# Task data
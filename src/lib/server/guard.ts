import { error, redirect, type RequestEvent } from '@sveltejs/kit';
import type { Actor } from './audit.ts';
import { asProblem } from './hooks/problems.ts';

/** Only paths of this product are followed: not //host, /\host or an encoded form of them. */
export function ownPath(path: string, fallback: string): string {
	let decoded: string;
	try {
		decoded = decodeURIComponent(path);
	} catch {
		return fallback;
	}
	return /^\/(?![/\\])/.test(path) && /^\/(?![/\\])/.test(decoded) && !/[\r\n\t]/.test(decoded)
		? path
		: fallback;
}

/** Whoever is signed in; others are sent to sign in and come back afterwards. */
export function requireActor(event: RequestEvent): Actor {
	if (event.locals.actor) return event.locals.actor;
	const { unavailable } = event.locals;
	if (unavailable) error(unavailable.status, unavailable.message);
	const next = event.url.pathname + event.url.search;
	redirect(303, next === '/' ? '/sign-in' : `/sign-in?next=${encodeURIComponent(next)}`);
}

/** Runs a page's load: a problem of a service becomes the page for it. */
export async function loading<T>(work: () => Promise<T>): Promise<T> {
	try {
		return await work();
	} catch (reason) {
		const problem = asProblem(reason);
		if (!problem) throw reason;
		error(problem.status, problem.message);
	}
}
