import type { z } from 'zod';
import { jsonEquals } from '../canonical.ts';
import { floorplanSchema, itemSchemaOf, type Floorplan, type ItemList } from '../document.ts';
import { itemPath, type Problem } from '../problems.ts';
import { checkListLengths, checkRules } from '../rules.ts';
import { shapeProblems } from '../shape-problems.ts';
import { findItem, type ItemReference } from './actions.ts';
import { ItemTable } from './item-table.ts';
import type { Item, Operation, Property } from './operation.ts';
import { referenceProblems } from './references.ts';

/** Somebody has changed meanwhile what an operation expected to find. */
export interface Conflict {
	/** Place in the edit's operations. */
	readonly operation: number;
	readonly list?: ItemList;
	readonly id?: string;
	readonly property?: Property;
	readonly field?: string;
	/** What the edit would leave; absent where it would remove. */
	readonly mine?: unknown;
	/** What is there now; absent where it is gone. */
	readonly theirs?: unknown;
	readonly reason: 'changed' | 'gone' | 'taken';
}

export type ApplyResult =
	| {
			readonly status: 'applied';
			readonly floorplan: Floorplan;
			/** Operations that lead back; their `from` values are what really stands in the document. */
			readonly inverse: Operation[];
	  }
	| { readonly status: 'conflict'; readonly conflicts: readonly Conflict[] }
	| { readonly status: 'refused'; readonly problems: readonly Problem[] };

/** A document under change: lists are copied when first written, everything else is shared. */
type Draft = { -readonly [K in keyof Floorplan]: Floorplan[K] };

/** What one operation did: its inverse, or what stands against it. */
type Step =
	| { readonly inverse: Operation; readonly problems: readonly Problem[] }
	| { readonly conflict: Omit<Conflict, 'operation'> };

/**
 * Applies an edit to a document, the same way in the browser and on the server. All or nothing:
 * conflicts name what somebody else changed, problems what the rules of the format refuse. Items
 * that are not touched keep their identity. Values are brought to the form that parsing a document
 * gives them (defaults, nanometre grid) as they are written.
 */
export function applyOperations(
	floorplan: Floorplan,
	operations: readonly Operation[]
): ApplyResult {
	const draft: Draft = { ...floorplan };
	const tables = new Map<ItemList, ItemTable>();
	const conflicts: Conflict[] = [];
	const problems: Problem[] = [];
	const inverse: Operation[] = [];
	operations.forEach((operation, index) => {
		const step =
			operation.op === 'set'
				? setProperty(draft, operation)
				: changeList(tableOf(draft, tables, operation.list), operation);
		if ('conflict' in step) {
			conflicts.push({ operation: index, ...step.conflict });
		} else {
			problems.push(...step.problems);
			inverse.push(step.inverse);
		}
	});
	if (conflicts.length > 0) return { status: 'conflict', conflicts };
	if (problems.length === 0)
		problems.push(...referenceProblems(draft, removedItems(draft, operations)));
	if (problems.length === 0) problems.push(...checkListLengths(draft), ...checkRules(draft));
	return problems.length > 0
		? { status: 'refused', problems }
		: { status: 'applied', floorplan: draft, inverse: inverse.reverse() };
}

/** Items that operations removed and did not put back. */
function removedItems(draft: Draft, operations: readonly Operation[]): ItemReference[] {
	return operations.flatMap((operation): ItemReference[] => {
		if (operation.op !== 'remove') return [];
		const { list, item } = operation;
		return findItem(draft, list, item.id) ? [] : [{ list, id: item.id }];
	});
}

function tableOf(draft: Draft, tables: Map<ItemList, ItemTable>, list: ItemList): ItemTable {
	let table = tables.get(list);
	if (!table) {
		table = new ItemTable(draft[list] as readonly Item[]);
		tables.set(list, table);
		Object.assign(draft, { [list]: table.items });
	}
	return table;
}

/** A value in the form of its schema; as it came, with problems, where it does not fit. */
function normalise(
	schema: z.ZodType,
	value: unknown,
	path: string
): { value: unknown; problems: Problem[] } {
	const parsed = schema.safeParse(value);
	if (parsed.success) return { value: parsed.data, problems: [] };
	const problems = shapeProblems(value, parsed.error.issues).map((problem) => ({
		path: `${path}${problem.path === '' || problem.path.startsWith('[') ? '' : '.'}${problem.path}`,
		message: problem.message
	}));
	return { value, problems };
}

function setProperty(draft: Draft, operation: Extract<Operation, { op: 'set' }>): Step {
	const { property, from, to } = operation;
	const present = draft[property];
	if (!jsonEquals(present, from)) {
		return { conflict: { property, mine: to, theirs: present, reason: 'changed' } };
	}
	const { value, problems } = normalise(floorplanSchema.shape[property], to, property);
	if (value === undefined) delete draft[property];
	else Object.assign(draft, { [property]: value });
	return { inverse: { op: 'set', property, from: value, to: present }, problems };
}

function changeList(table: ItemTable, operation: Exclude<Operation, { op: 'set' }>): Step {
	const { list } = operation;
	const id = operation.op === 'change' ? operation.id : operation.item.id;
	const at = table.indexOf(id);
	const present = at === -1 ? undefined : table.items[at];
	switch (operation.op) {
		case 'insert': {
			if (present) {
				return {
					conflict: { list, id, mine: operation.item, theirs: present, reason: 'taken' }
				};
			}
			const index = Math.min(operation.index, table.items.length);
			const parsed = normalise(itemSchemaOf(list), operation.item, itemPath(list, index, id));
			const item = parsed.value as Item;
			table.insert(index, item);
			return { inverse: { op: 'remove', list, index, item }, problems: parsed.problems };
		}
		case 'remove':
			if (!present) return { conflict: { list, id, reason: 'gone' } };
			if (!jsonEquals(present, operation.item)) {
				return { conflict: { list, id, theirs: present, reason: 'changed' } };
			}
			table.remove(at);
			return { inverse: { op: 'insert', list, index: at, item: present }, problems: [] };
		case 'change':
			return changeField(table, operation, at);
	}
}

function changeField(
	table: ItemTable,
	{ list, id, field, from, to }: Extract<Operation, { op: 'change' }>,
	at: number
): Step {
	if (at === -1) return { conflict: { list, id, field, mine: to, reason: 'gone' } };
	const item = table.items[at];
	const present = Object.hasOwn(item, field) ? item[field] : undefined;
	if (!jsonEquals(present, from)) {
		return { conflict: { list, id, field, mine: to, theirs: present, reason: 'changed' } };
	}
	const path = `${itemPath(list, at, id)}.${field}`;
	const { shape } = itemSchemaOf(list);
	const inverse: Operation = { op: 'change', list, id, field, from: to, to: present };
	if (field === 'id') {
		const message = 'an id does not change (expected to remove the item and insert another)';
		return { inverse, problems: [{ path, message }] };
	}
	if (!Object.hasOwn(shape, field)) {
		const message = 'unknown field (expected only the fields of the format)';
		return { inverse, problems: [{ path, message }] };
	}
	const { value, problems } = normalise(shape[field] as z.ZodType, to, path);
	const { [field]: _replaced, ...rest } = item;
	table.replace(at, value === undefined ? { ...rest, id } : { ...item, [field]: value });
	return { inverse: { ...inverse, from: value }, problems };
}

# Task directions
To answer, copy each line from the material above that has the word "shapeProblems".

# Exercise answer
import { shapeProblems } from '../shape-problems.ts';
	const problems = shapeProblems(value, parsed.error.issues).map((problem) => ({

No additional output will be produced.